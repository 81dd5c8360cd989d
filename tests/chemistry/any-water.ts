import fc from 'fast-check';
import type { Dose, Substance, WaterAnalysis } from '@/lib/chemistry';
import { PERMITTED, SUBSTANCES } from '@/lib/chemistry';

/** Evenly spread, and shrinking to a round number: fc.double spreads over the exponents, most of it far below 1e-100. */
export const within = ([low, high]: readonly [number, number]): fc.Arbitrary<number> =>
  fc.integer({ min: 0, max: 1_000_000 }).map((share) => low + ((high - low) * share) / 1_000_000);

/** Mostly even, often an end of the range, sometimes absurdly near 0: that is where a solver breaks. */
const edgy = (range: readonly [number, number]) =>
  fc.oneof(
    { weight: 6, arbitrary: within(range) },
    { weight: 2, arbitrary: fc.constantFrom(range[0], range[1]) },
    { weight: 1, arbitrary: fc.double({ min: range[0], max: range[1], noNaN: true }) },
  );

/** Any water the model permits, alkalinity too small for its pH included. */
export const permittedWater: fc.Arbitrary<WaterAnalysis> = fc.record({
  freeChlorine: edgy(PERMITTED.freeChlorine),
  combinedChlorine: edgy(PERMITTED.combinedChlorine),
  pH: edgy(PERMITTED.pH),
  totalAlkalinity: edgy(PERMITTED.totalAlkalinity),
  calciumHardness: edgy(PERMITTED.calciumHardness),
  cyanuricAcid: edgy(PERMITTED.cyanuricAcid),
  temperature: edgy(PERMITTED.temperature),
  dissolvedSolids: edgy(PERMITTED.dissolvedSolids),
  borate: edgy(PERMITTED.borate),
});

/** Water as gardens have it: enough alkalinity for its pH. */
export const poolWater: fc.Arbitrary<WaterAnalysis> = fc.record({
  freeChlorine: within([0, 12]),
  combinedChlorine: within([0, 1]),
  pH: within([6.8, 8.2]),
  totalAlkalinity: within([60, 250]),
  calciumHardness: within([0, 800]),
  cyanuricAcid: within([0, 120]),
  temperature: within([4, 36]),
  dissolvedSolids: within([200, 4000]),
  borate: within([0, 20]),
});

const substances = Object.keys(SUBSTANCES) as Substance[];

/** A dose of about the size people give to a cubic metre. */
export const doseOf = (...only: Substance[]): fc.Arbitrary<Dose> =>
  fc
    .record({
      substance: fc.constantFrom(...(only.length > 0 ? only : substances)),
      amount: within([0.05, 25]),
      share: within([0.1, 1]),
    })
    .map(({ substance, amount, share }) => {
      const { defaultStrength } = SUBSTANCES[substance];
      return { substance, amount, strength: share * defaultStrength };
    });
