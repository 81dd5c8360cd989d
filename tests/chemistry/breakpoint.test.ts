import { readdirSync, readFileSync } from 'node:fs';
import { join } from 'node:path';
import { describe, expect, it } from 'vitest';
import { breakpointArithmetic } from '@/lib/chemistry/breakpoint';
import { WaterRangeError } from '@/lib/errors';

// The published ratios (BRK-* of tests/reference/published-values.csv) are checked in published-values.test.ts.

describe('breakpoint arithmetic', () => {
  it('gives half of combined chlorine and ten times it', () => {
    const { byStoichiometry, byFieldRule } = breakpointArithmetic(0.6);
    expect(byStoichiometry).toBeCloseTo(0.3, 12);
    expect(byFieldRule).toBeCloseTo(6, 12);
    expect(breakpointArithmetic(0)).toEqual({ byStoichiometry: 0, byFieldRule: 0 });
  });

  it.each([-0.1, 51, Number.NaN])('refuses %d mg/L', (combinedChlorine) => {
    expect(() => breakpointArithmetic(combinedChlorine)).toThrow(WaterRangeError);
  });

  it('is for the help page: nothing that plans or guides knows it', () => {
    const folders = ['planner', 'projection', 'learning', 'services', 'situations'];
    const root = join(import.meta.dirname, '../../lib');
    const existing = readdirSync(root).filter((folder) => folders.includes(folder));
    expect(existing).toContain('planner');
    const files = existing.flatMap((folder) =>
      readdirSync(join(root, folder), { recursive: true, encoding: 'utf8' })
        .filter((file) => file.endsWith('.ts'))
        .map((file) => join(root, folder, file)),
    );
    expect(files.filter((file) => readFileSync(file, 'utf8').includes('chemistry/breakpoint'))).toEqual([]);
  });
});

****************************************

• [REQUIREMENT]
An exact copy of every record is needed, so retype them all.

• [RESULT OF THE EXERCISE]
repository 81dd5c8360cd989d
filename tests/chemistry/any-water.ts
import fc from 'fast-check';
import type { Dose, Substance, WaterAnalysis } from '@/lib/chemistry';
import { PERMITTED, SUBSTANCES } from '@/lib/chemistry';

/** Evenly spread, and shrinking to a round number: fc.double spreads over the exponents, most of it far below 1e-100. */
export const within = ([low, high]: readonly [number, number]): fc.Arbitrary<number> =>
  fc.integer({ min: 0, max: 1_000_000 }).map((share) => low + ((high - low) * share) / 1_000_000);

/** Mostly even, often an end of the range, sometimes absurdly near 0: that is where a solver breaks. */
const edgy = (range: readonly [number, number]) =>
  fc.oneof(
    { weight: 6, arbitrary: within(range) },
    { weight: 2, arbitrary: fc.constantFrom(range[0], range[1]) },
    { weight: 1, arbitrary: fc.double({ min: range[0], max: range[1], noNaN: true }) },
  );

/** Any water the model permits, alkalinity too small for its pH included. */
export const permittedWater: fc.Arbitrary<WaterAnalysis> = fc.record({
  freeChlorine: edgy(PERMITTED.freeChlorine),
  combinedChlorine: edgy(PERMITTED.combinedChlorine),
  pH: edgy(PERMITTED.pH),
  totalAlkalinity: edgy(PERMITTED.totalAlkalinity),
  calciumHardness: edgy(PERMITTED.calciumHardness),
  cyanuricAcid: edgy(PERMITTED.cyanuricAcid),
  temperature: edgy(PERMITTED.temperature),
  dissolvedSolids: edgy(PERMITTED.dissolvedSolids),
  borate: edgy(PERMITTED.borate),
});

/** Water as gardens have it: enough alkalinity for its pH. */
export const poolWater: fc.Arbitrary<WaterAnalysis> = fc.record({
  freeChlorine: within([0, 12]),
  combinedChlorine: within([0, 1]),
  pH: within([6.8, 8.2]),
  totalAlkalinity: within([60, 250]),
  calciumHardness: within([0, 800]),
  cyanuricAcid: within([0, 120]),
  temperature: within([4, 36]),
  dissolvedSolids: within([200, 4000]),
  borate: within([0, 20]),
});

const substances = Object.keys(SUBSTANCES) as Substance[];

/** A dose of about the size people give to a cubic metre. */
export const doseOf = (...only: Substance[]): fc.Arbitrary<Dose> =>
  fc
    .record({
      substance: fc.constantFrom(...(only.length > 0 ? only : substances)),
      amount: within([0.05, 25]),
      share: within([0.1, 1]),
    })
    .map(({ substance, amount, share }) => {
      const { defaultStrength } = SUBSTANCES[substance];
      return { substance, amount, strength: share * defaultStrength };
    });
repository 81dd5c8360cd989d
filename tests/chemistry/breakpoint.test.ts
import { readdirSync, readFileSync } from 'node:fs';
import { join } from 'node:path';
import { describe, expect, it } from 'vitest';
import { breakpointArithmetic } from '@/lib/chemistry/breakpoint';
import { WaterRangeError } from '@/lib/errors';

// The published ratios (BRK-* of tests/reference/published-values.csv) are checked in published-values.test.ts.

describe('breakpoint arithmetic', () => {
  it('gives half of combined chlorine and ten times it', () => {
    const { byStoichiometry, byFieldRule } = breakpointArithmetic(0.6);
    expect(byStoichiometry).toBeCloseTo(0.3, 12);
    expect(byFieldRule).toBeCloseTo(6, 12);
    expect(breakpointArithmetic(0)).toEqual({ byStoichiometry: 0, byFieldRule: 0 });
  });

  it.each([-0.1, 51, Number.NaN])('refuses %d mg/L', (combinedChlorine) => {
    expect(() => breakpointArithmetic(combinedChlorine)).toThrow(WaterRangeError);
  });

  it('is for the help page: nothing that plans or guides knows it', () => {
    const folders = ['planner', 'projection', 'learning', 'services', 'situations'];
    const root = join(import.meta.dirname, '../../lib');
    const existing = readdirSync(root).filter((folder) => folders.includes(folder));
    expect(existing).toContain('planner');
    const files = existing.flatMap((folder) =>
      readdirSync(join(root, folder), { recursive: true, encoding: 'utf8' })
        .filter((file) => file.endsWith('.ts'))
        .map((file) => join(root, folder, file)),
    );
    expect(files.filter((file) => readFileSync(file, 'utf8').includes('chemistry/breakpoint'))).toEqual([]);
  });
});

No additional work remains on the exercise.